#### PROBLEM REQUIREMENTS:
Taking the entries below from the top, restate each line exactly and end with the line containing "from sheets.report.tables import make_styles".

#### RECORD EXCERPTS:
☆ ☆ ☆ ☆
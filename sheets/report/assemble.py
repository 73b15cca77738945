"""Assemble a sheet set: sections in the template's order -> PDF bytes.

Pure: takes the values the earlier stages made and returns bytes; writing the
file (atomically) is sheets.build's job. The same inputs give the same bytes.
"""

from __future__ import annotations

import io
from typing import Any

from reportlab.platypus import PageBreak

from sheets import __version__
from sheets.analysis import Analysis
from sheets.analysis.member_checks import MemberChecks
from sheets.report.document import Layout, Metadata, PageCount, SheetDocument, binary_streams
from sheets.report.figures import SheetFigure
from sheets.report.fonts import register_fonts
from sheets.report.sections import SECTIONS, IssuedFile, SheetSet
from sheets.report.tables import make_styles
from sheets.report.templates import Template, section_order


def metadata(analysis: Analysis) -> Metadata:
    p = analysis.project
    info = p.info
    title = f"{info.title}: {info.calculation}" if info.calculation else info.title
    keywords = ["calculation sheets", "indicative", "pin-jointed frame", "graphic statics"]
    keywords += [f"project {info.number}"] if info.number else []
    keywords += [f"revision {info.revision}"] if info.revision else []
    keywords.append(f"input sha256 {p.fingerprint}")
    return Metadata(
        title=title,
        author=info.prepared_by,
        subject=f"Indicative calculation sheets{': ' + info.calculation if info.calculation else ''} "
                f"(revision {info.revision or '-'}, {info.date or 'undated'})",
        keywords=tuple(keywords),
        date=info.date,
    )


def assemble(analysis: Analysis, checks: MemberChecks, figures: tuple[SheetFigure, ...], template: Template, *,
             issued: tuple[IssuedFile, ...] = (), sizing: Any | None = None, notes: tuple[str, ...] = (),
             comparison: Any | None = None) -> bytes:
    """The whole sheet set as PDF bytes; ``comparison`` (sheets.revision.compare) adds the revision comparison."""
    return assemble_from(None, analysis, checks, figures, template, issued=issued, sizing=sizing, notes=notes,
                         comparison=comparison)[0]


def assemble_from(seed: Layout | None, analysis: Analysis, checks: MemberChecks, figures: tuple[SheetFigure, ...],
                  template: Template, *, issued: tuple[IssuedFile, ...] = (), sizing: Any | None = None,
                  notes: tuple[str, ...] = (), comparison: Any | None = None) -> tuple[bytes, Layout]:
    """``assemble``, starting from the layout of an earlier build of the set (``seed``, or None), and the layout
    this one found: the same bytes whatever the seed (SheetDocument.multiBuild), fewer passes where it holds."""
    fonts = register_fonts()
    styles = make_styles(fonts, template.font_size)
    buffer = io.BytesIO()
    p = analysis.project
    doc = SheetDocument(buffer, template, p.info, p.fingerprint, fonts, metadata(analysis), __version__)
    sheet = SheetSet(analysis, checks, tuple(figures), template, doc.body_width, doc.body_height, tuple(issued), sizing,
                     tuple(notes), comparison)
    story: list = []
    for name in section_order(template, {"comparison"} if comparison is not None else set()):
        flowables = SECTIONS[name](sheet, styles)
        if flowables and story:
            story.append(PageBreak())  # every section starts on a new sheet
        story.extend(flowables)
    story.append(PageCount(doc))
    with binary_streams():
        doc.multiBuild(story, seed=seed)
    return buffer.getvalue(), doc.layout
☆ ☆ ☆ ☆
#### YOUR RESPONSE:
filename sheets/report/assemble.py
repository 73b15cca77738945
"""Assemble a sheet set: sections in the template's order -> PDF bytes.

Pure: takes the values the earlier stages made and returns bytes; writing the
file (atomically) is sheets.build's job. The same inputs give the same bytes.
"""

from __future__ import annotations

import io
from typing import Any

from reportlab.platypus import PageBreak

from sheets import __version__
from sheets.analysis import Analysis
from sheets.analysis.member_checks import MemberChecks
from sheets.report.document import Layout, Metadata, PageCount, SheetDocument, binary_streams
from sheets.report.figures import SheetFigure
from sheets.report.fonts import register_fonts
from sheets.report.sections import SECTIONS, IssuedFile, SheetSet
from sheets.report.tables import make_styles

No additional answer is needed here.